They are writing proposals. Building relationships. Responding to shifting priorities. Reworking budgets again and again. And still, funding remains the biggest barrier to scale. Over the past year, funding conditions have tightened. Large aid budgets have been cut. Flexible funding is harder to secure. Expectations around proof, cost, and long-term viability have risen.

In this environment, a familiar cycle takes hold.

Funding is chased first. -> The work is reshaped to fit what is available. -> Then the chase starts again.

Over time, this takes a toll. Leaders feel exhausted. Strategy becomes harder to explain. Energy gets spread across too many fronts, with no clear path to scale. For a long time, fundraising was treated as a volume game. The underlying equation looked something like this:

Funding certainty = more applications + more conversations + more tactics

When funding felt uncertain, the response was to do more. In tighter conditions, that equation starts to break. Pushing harder no longer creates certainty. It just speeds up the cycle. What matters now is not how much funding you chase, but whether the logic behind it actually holds.

A useful pause is to stop asking, “How do we raise more money?”

And start asking two harder questions together.
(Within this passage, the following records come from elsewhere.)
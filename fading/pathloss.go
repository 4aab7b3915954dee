package fading

import (
	"fmt"
	"math"
)

// PathLoss is a distance-dependent propagation loss model. LossDB returns the
// loss in dB (positive = loss) at a distance in metres, or a *ParamError
// (parameter "DistanceM", or a model field) when the distance or the model's
// parameters are outside the model's validity range. Validate checks the
// model's own parameters.
type PathLoss interface {
	LossDB(distanceM float64) (float64, error)
	Validate() error
}

// FreeSpace is the Friis free-space loss L = 20 log10(4π d f_c / c) dB,
// valid in the far field; CarrierHz must be finite and > 0 and the distance
// finite and > 0.
type FreeSpace struct {
	CarrierHz float64 // carrier frequency, Hz, > 0
}

// Validate checks CarrierHz.
func (m FreeSpace) Validate() error {
	if !finite(m.CarrierHz) || m.CarrierHz <= 0 {
		return paramErr("CarrierHz", "must be finite and > 0 Hz, got %g", m.CarrierHz)
	}
	return nil
}

// LossDB returns 20 log10(4π d f_c / c) in dB.
func (m FreeSpace) LossDB(distanceM float64) (float64, error) {
	if err := m.Validate(); err != nil {
		return 0, err
	}
	if !finite(distanceM) || distanceM <= 0 {
		return 0, paramErr("DistanceM", "must be finite and > 0 m, got %g", distanceM)
	}
	return 20 * math.Log10(4*math.Pi*distanceM*m.CarrierHz/SpeedOfLightMps), nil
}

// LogDistance is the log-distance model L = L0 + 10 n log10(d/d0) dB for
// d >= d0, with reference distance d0 in m (> 0), reference loss L0 in dB
// (finite) and path-loss exponent n in (0, 10] (2 is free space, 3–5 is
// typical of urban cells; Rappaport, Wireless Communications).
type LogDistance struct {
	RefDistanceM float64 // d0, m, > 0
	RefLossDB    float64 // L0 = loss at d0, dB, finite
	Exponent     float64 // n, in (0, 10]
}

// Validate checks the three parameters.
func (m LogDistance) Validate() error {
	if !finite(m.RefDistanceM) || m.RefDistanceM <= 0 {
		return paramErr("RefDistanceM", "must be finite and > 0 m, got %g", m.RefDistanceM)
	}
	if !finite(m.RefLossDB) {
		return paramErr("RefLossDB", "must be finite, got %g", m.RefLossDB)
	}
	if !finite(m.Exponent) || m.Exponent <= 0 || m.Exponent > 10 {
		return paramErr("Exponent", "must be in (0, 10], got %g", m.Exponent)
	}
	return nil
}

// LossDB returns L0 + 10 n log10(d/d0); d must be finite and >= d0.
func (m LogDistance) LossDB(distanceM float64) (float64, error) {
	if err := m.Validate(); err != nil {
		return 0, err
	}
	if !finite(distanceM) || distanceM < m.RefDistanceM {
		return 0, paramErr("DistanceM", "must be finite and >= the reference distance %g m, got %g", m.RefDistanceM, distanceM)
	}
	return m.RefLossDB + 10*m.Exponent*math.Log10(distanceM/m.RefDistanceM), nil
}

// HataEnvironment selects the Hata environment correction.
type HataEnvironment int

// Hata environments (Hata, IEEE Trans. Veh. Technol. 29(3), 1980).
const (
	HataUrban      HataEnvironment = iota // urban, small or medium city (the zero value)
	HataUrbanLarge                        // urban, large city (mobile-antenna correction for large cities)
	HataSuburban                          // suburban: urban − 2 (log10(f/28))² − 5.4
	HataOpen                              // open (rural): urban − 4.78 (log10 f)² + 18.33 log10 f − 40.94
)

// String returns the environment's name.
func (e HataEnvironment) String() string {
	switch e {
	case HataUrban:
		return "urban"
	case HataUrbanLarge:
		return "urban-large"
	case HataSuburban:
		return "suburban"
	case HataOpen:
		return "open"
	}
	return fmt.Sprintf("HataEnvironment(%d)", int(e))
}

// Validity ranges of the Hata and COST-231 Hata models.
const (
	hataMinHz, hataMaxHz       = 150e6, 1500e6
	cost231MinHz, cost231MaxHz = 1500e6, 2000e6
	hataMinBaseM, hataMaxBaseM = 30, 200
	hataMinMobM, hataMaxMobM   = 1, 10
	hataMinDistM, hataMaxDistM = 1000, 20000
)

// Hata is the Okumura–Hata median path loss (Hata, IEEE Trans. Veh. Technol.
// 29(3), 1980), with f in MHz, heights in m and d in km:
//
//	L_urban = 69.55 + 26.16 log10 f − 13.82 log10 h_b − a(h_m) + (44.9 − 6.55 log10 h_b) log10 d
//	a(h_m)  = (1.1 log10 f − 0.7) h_m − (1.56 log10 f − 0.8)          small/medium city
//	a(h_m)  = 8.29 (log10 1.54 h_m)² − 1.1   (f < 300 MHz)             large city
//	a(h_m)  = 3.2 (log10 11.75 h_m)² − 4.97  (f >= 300 MHz)            large city
//
// with the suburban and open corrections given at HataEnvironment. Valid
// for f in [150, 1500] MHz, h_b in [30, 200] m, h_m in [1, 10] m and d in
// [1, 20] km; inputs outside are rejected with a *ParamError naming the
// parameter and the range.
type Hata struct {
	CarrierHz     float64 // carrier, Hz, in [150e6, 1500e6]
	BaseHeightM   float64 // base-station antenna height h_b, m, in [30, 200]
	MobileHeightM float64 // mobile antenna height h_m, m, in [1, 10]
	Environment   HataEnvironment
}

func checkHataHeights(hb, hm float64) error {
	if err := checkRange("BaseHeightM", hb, hataMinBaseM, hataMaxBaseM, "m"); err != nil {
		return err
	}
	return checkRange("MobileHeightM", hm, hataMinMobM, hataMaxMobM, "m")
}

func checkHataDistance(d float64) error {
	return checkRange("DistanceM", d, hataMinDistM, hataMaxDistM, "m")
}

// hataMobileCorrection is a(h_m) for a small/medium city.
func hataMobileCorrection(fMHz, hm float64) float64 {
	lf := math.Log10(fMHz)
	return (1.1*lf-0.7)*hm - (1.56*lf - 0.8)
}

// Validate checks the carrier, the heights and the environment.
func (m Hata) Validate() error {
	if err := checkRange("CarrierHz", m.CarrierHz, hataMinHz, hataMaxHz, "Hz"); err != nil {
		return err
	}
	if err := checkHataHeights(m.BaseHeightM, m.MobileHeightM); err != nil {
		return err
	}
	if m.Environment < HataUrban || m.Environment > HataOpen {
		return paramErr("Environment", "must be one of urban, urban-large, suburban, open; got %d", int(m.Environment))
	}
	return nil
}

// LossDB returns the Hata median loss in dB at distanceM (in [1000, 20000] m).
func (m Hata) LossDB(distanceM float64) (float64, error) {
	if err := m.Validate(); err != nil {
		return 0, err
	}
	if err := checkHataDistance(distanceM); err != nil {
		return 0, err
	}
	f := m.CarrierHz / 1e6
	lf := math.Log10(f)
	lhb := math.Log10(m.BaseHeightM)
	var a float64
	if m.Environment == HataUrbanLarge {
		if f < 300 {
			x := math.Log10(1.54 * m.MobileHeightM)
			a = 8.29*x*x - 1.1
		} else {
			x := math.Log10(11.75 * m.MobileHeightM)
			a = 3.2*x*x - 4.97
		}
	} else {
		a = hataMobileCorrection(f, m.MobileHeightM)
	}
	l := 69.55 + 26.16*lf - 13.82*lhb - a + (44.9-6.55*lhb)*math.Log10(distanceM/1000)
	switch m.Environment {
	case HataSuburban:
		x := math.Log10(f / 28)
		l -= 2*x*x + 5.4
	case HataOpen:
		l -= 4.78*lf*lf - 18.33*lf + 40.94
	}
	return l, nil
}

// COST231Hata is the COST-231 extension of the Hata model to 1500–2000 MHz
// (COST 231 final report), with f in MHz, heights in m and d in km:
//
//	L = 46.3 + 33.9 log10 f − 13.82 log10 h_b − a(h_m) + (44.9 − 6.55 log10 h_b) log10 d + C_m
//
// a(h_m) the small/medium-city correction of Hata, C_m = 0 dB for medium
// cities and suburban areas and 3 dB for metropolitan centres. Valid for f
// in [1500, 2000] MHz, h_b in [30, 200] m, h_m in [1, 10] m, d in [1, 20] km.
type COST231Hata struct {
	CarrierHz     float64 // carrier, Hz, in [1500e6, 2000e6]
	BaseHeightM   float64 // h_b, m, in [30, 200]
	MobileHeightM float64 // h_m, m, in [1, 10]
	Metropolitan  bool    // C_m = 3 dB when true, else 0 dB
}

// Validate checks the carrier and the heights.
func (m COST231Hata) Validate() error {
	if err := checkRange("CarrierHz", m.CarrierHz, cost231MinHz, cost231MaxHz, "Hz"); err != nil {
		return err
	}
	return checkHataHeights(m.BaseHeightM, m.MobileHeightM)
}

// LossDB returns the COST-231 Hata median loss in dB at distanceM (in
// [1000, 20000] m).
func (m COST231Hata) LossDB(distanceM float64) (float64, error) {
	if err := m.Validate(); err != nil {
		return 0, err
	}
	if err := checkHataDistance(distanceM); err != nil {
		return 0, err
	}
	f := m.CarrierHz / 1e6
	lhb := math.Log10(m.BaseHeightM)
	l := 46.3 + 33.9*math.Log10(f) - 13.82*lhb - hataMobileCorrection(f, m.MobileHeightM) +
		(44.9-6.55*lhb)*math.Log10(distanceM/1000)
	if m.Metropolitan {
		l += 3
	}
	return l, nil
}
1. What does it really cost to deliver our solution at scale?

2. And who would realistically choose to pay for what, over time?

Your funding model = what it costs + who pays for it

If either side stays fuzzy, cost or payers, the whole model stays fragile. Leaders keep running, and organisations stay dependent on short-term wins.

Importantly, the alternative to pushing harder is not to slow down or care less. It is to pause with intent. To name the assumptions you are already making. To test whether they still make sense. And to decide, deliberately, what you are building toward.

A clearer funding model does not solve everything. But it gives leaders something many are missing right now. A defensible story they can use with boards, funders, and teams. A way to say no without guilt. And a path based on choice, not just survival.

Razor sharp clarity is no longer a nice-to-have. It is an essential part of leadership.